Monday, March 9, 2009

Communicating the Gospel

Romans 10:17 (KJV) "So then faith cometh by hearing, and hearing by the word of God."

Welcome to the 21st Century! This new era presents the Church with countless means of reaching the saved and the unsaved alike with the message of redemption, encouragement, love, and peace that can only be found in Jesus Christ. For centuries there were only two basic ways of communicating the Gospel, by word of mouth or in written form. Today we have Radio, TV, Internet, DVD, CD, and several cutting edge churches are even using holographic imagery to project their Minister into several building sites at one time. This all sounds pretty far out, but as a wise man once said: "The more things change, the more they remain the same." So the basic rules of communication still apply. We must consider our audience, the setting, the tone, and most importantly, the message that is meant to be conveyed.

Communication is a funny thing, though. The same message brought forth one way is interpreted an entirely different way in another format. Take for instance, this blog. This is my 15th post and anyone who has visited has read what would be characterized as my own thoughts, opinions, observations, and perspectives. But I bet you didn't know that 6 of my blog postings are actually near word-for-word sermons that I have preached at my home church in the past 6 years. In each of those instances, multiple people told how "the Lord really used you" and "the Holy Spirit spoke to us tonight!" Once I'm asked to speak, I am entrusted with the burden of seeking God for a message for His people. This blog format is different in the way it is received. It is read, pondered, and reactions are slower an more deliberate, which would lead one to assume that this writing was produced the same way, making for an entirely different experience. So what was once the "Word of God" when I was standing behind the pulpit, can now be interpreted entirely different.

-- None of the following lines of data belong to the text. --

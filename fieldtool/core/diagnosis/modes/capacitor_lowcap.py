"""A capacitor that lost capacitance.

Capacitance down to a fraction of its value (electrolytic wear-out; ceramic cracks).
"""

from __future__ import annotations

from fieldtool.core.circuit.netlist import Circuit, Params
from fieldtool.core.circuit.spec import Profile
from fieldtool.core.diagnosis.modes.base import (
    FaultMode,
    capacitor_index,
)


class CapacitorLowCap(FaultMode):
    """A capacitor that lost capacitance."""

    name = "lowcap"
    applies_to = "capacitor"
    unit = "fraction"
    words = "lost capacitance"

    def grid(self, profile: Profile) -> tuple[float, ...]:
        """70 % down to 5 % left, so values between points stay in one honest group."""
        return (0.7, 0.5, 0.35, 0.2, 0.1, 0.05)

    def apply(
        self,
        circuit: Circuit,
        params: Params,
        target: str,
        severity: float | None,
        profile: Profile,
    ) -> None:
        """The capacitance times ``severity``, the fraction left."""
        params.c_f[:, capacitor_index(circuit, target)] *= severity
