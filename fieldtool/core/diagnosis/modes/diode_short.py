"""A shorted diode.

The junction broken down: a low resistance across the diode, both ways. How low varies
from part to part and failure to failure (tens of milliohms for a welded junction or a metallised
short, ohms for a burnt one), and what the board reads depends on it wherever the short is
comparable with the source resistances around it: so the dictionary tries a range of
resistances, marginalised like any other severity. A spec without a value (``D5:short``)
means a typical short of ``SHORT_OHMS``.
"""

from __future__ import annotations

from fieldtool.core.circuit.netlist import Circuit, Params
from fieldtool.core.circuit.spec import Profile
from fieldtool.core.diagnosis.modes.base import (
    SHORT_GRID_OHMS,
    SHORT_OHMS,
    FaultMode,
    diode_index,
    short_problem,
)


class DiodeShort(FaultMode):
    """A shorted diode."""

    name = "short"
    applies_to = "diode"
    unit = "ohms"
    words = "shorted"
    default_severity = SHORT_OHMS

    def grid(self, profile: Profile) -> tuple[float, ...]:
        """10 Ω down to 10 mΩ, five points (mild to gross; ``SHORT_GRID_OHMS``)."""
        return SHORT_GRID_OHMS

    def severity_problem(self, value: float) -> str | None:
        """A short is 0 to 100 Ω; above that it is a leak."""
        return short_problem(self, value)

    def apply(
        self,
        circuit: Circuit,
        params: Params,
        target: str,
        severity: float | None,
        profile: Profile,
    ) -> None:
        """``severity`` ohms (default ``SHORT_OHMS``) across the diode."""
        ohms = SHORT_OHMS if severity is None else severity
        params.d_gp[:, diode_index(circuit, target)] = 1.0 / ohms
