"""What the store keeps of one history line: the line itself, and the columns queries use.

The line is stored whole, exactly as it is in the board's file. Beside it, a few values read
from it become columns (``COLUMNS``), so the fleet view and a board's history are queries
rather than a scan. A text column holds its value as the body of a JSON string (the value
itself unless it has a quote, a backslash or a character that is not printable, some of which
PostgreSQL text cannot hold: a NUL, say): one value, one spelling, so equal values stay equal.

Rows travel as PostgreSQL's COPY text format, built here (``copy_line``).
"""

from __future__ import annotations

import json
import re
from datetime import UTC, datetime, timedelta
from typing import Any

from fieldtool.core.history import Action, SessionClosed, time_key
from fieldtool.core.history.fleet_cache import SKIPPED_KINDS

COLUMNS = (
    "id",
    "profile",  # the profile folder the line came from
    "board",  # the board file it came from (serial)
    "kind",
    "session",  # NULL for records written before records named their session
    "tk",  # the time as a sort key (history.time_key)
    "us",  # that time in microseconds since 1970 (NULL for readings, or an unreadable time)
    "schema_version",
    "designator",  # actions: the part, stripped; NULL when not a string
    "mode",  # actions: the failure mode, stripped; NULL when not a string
    "outcome",  # closings: the outcome; NULL when not a string
    "line",
)
_INT32 = 2**31 - 1
_EPOCH = datetime(1970, 1, 1, tzinfo=UTC)
_MICROSECOND = timedelta(microseconds=1)
_COPY_SPECIAL = re.compile(r"[\\\t\n\r]")
_COPY_ESCAPES = str.maketrans({"\\": "\\\\", "\t": "\\t", "\n": "\\n", "\r": "\\r"})


def to_column(value: str) -> str:
    """A text value as the store keeps it (see module docstring)."""
    if value.isprintable() and '"' not in value and "\\" not in value:
        return value
    try:
        body = json.dumps(value, ensure_ascii=False)
        body.encode("utf-8")
    except UnicodeEncodeError:  # a lone surrogate from a \\ud800 escape: all-ASCII spelling
        body = json.dumps(value, ensure_ascii=True)
    return body[1:-1]


def from_column(value: str) -> str:
    """The value a text column holds (the inverse of ``to_column``)."""
    return json.loads(f'"{value}"') if "\\" in value else value


def micros(stamp: str) -> int | None:
    """A stored time (``time_key`` form) as microseconds since 1970, as the fleet view reads
    it (a time without a zone is UTC); None when it is not a time."""
    try:
        moment = datetime.fromisoformat(stamp)
    except ValueError:
        return None
    if moment.tzinfo is None:
        moment = moment.replace(tzinfo=UTC)
    return (moment - _EPOCH) // _MICROSECOND


def cell(value: str) -> str:
    """A text value as a COPY text field of its column: ``to_column``, then COPY's escaping of
    backslashes (a column value never holds a tab or a line break: ``to_column`` escapes them).
    """
    if value.isalnum() or (value.isprintable() and '"' not in value and "\\" not in value):
        return value  # the usual case, checked quickly: kept as it is
    return to_column(value).replace("\\", "\\\\")


def _optional(value: Any, strip: bool = False) -> str:
    """A field that may be missing or not a string in the record: ``\\N`` (NULL) then."""
    if not isinstance(value, str):
        return "\\N"
    return cell(value.strip() if strip else value)


def copy_line(profile: str, board: str, obj: dict[str, Any], line: str) -> str:
    """One record as a COPY text row of ``COLUMNS``, newline included.

    Args:
        profile, board: already as COPY fields (``cell``).
        obj: the line's JSON object, its envelope checked (``history.parse_object``).
    """
    kind = obj["kind"]
    tk = time_key(obj["time"])
    session = obj.get("session")
    session = cell(session) if isinstance(session, str) and session else "\\N"
    designator = mode = outcome = "\\N"
    if kind == Action.kind:
        designator = _optional(obj.get("designator"), strip=True)
        mode = _optional(obj.get("mode"), strip=True)
    elif kind == SessionClosed.kind:
        outcome = _optional(obj.get("outcome"))
    us = None if kind in SKIPPED_KINDS else micros(tk)
    us = "\\N" if us is None else str(us)
    schema = max(-_INT32, min(_INT32, obj["schema"]))
    if _COPY_SPECIAL.search(line):
        line = line.translate(_COPY_ESCAPES)
    return (
        f"{cell(obj['id'])}\t{profile}\t{board}\t{cell(kind)}\t{session}\t{cell(tk)}\t{us}\t"
        f"{schema}\t{designator}\t{mode}\t{outcome}\t{line}\n"
    )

Fact is the Word of God will be, perhaps even needs to be expressed in different forms. This approach is not without Biblical precedent: The Word of God was transmitted orally from the days of Adam until Moses when God chose to record upon tablets his most basic commands of obedience for Israel. Jesus spoke in parables, sometimes explaining them in-depth while other times assuring His disciples that there understanding would come in time. Nathan informed David of his sin and his punishment with vivid, relevant imagery. The prophets of the OT spoke of heavenly visions, not to mention the heavily symbolized nature of the Book of Revelations. And as for technology? We've already mentioned Moses' tablets, but also Ezra spoke from a specially built wooden pulpit and employed a clever system of "sub-preachers" to carry the Law throughout the sea of people present. And Christ Himself commissioned a sea vessel to be launched out from shore so all the people could hear him.

So it is clear that we are to remember that the method of communication is not nearly as important as the message.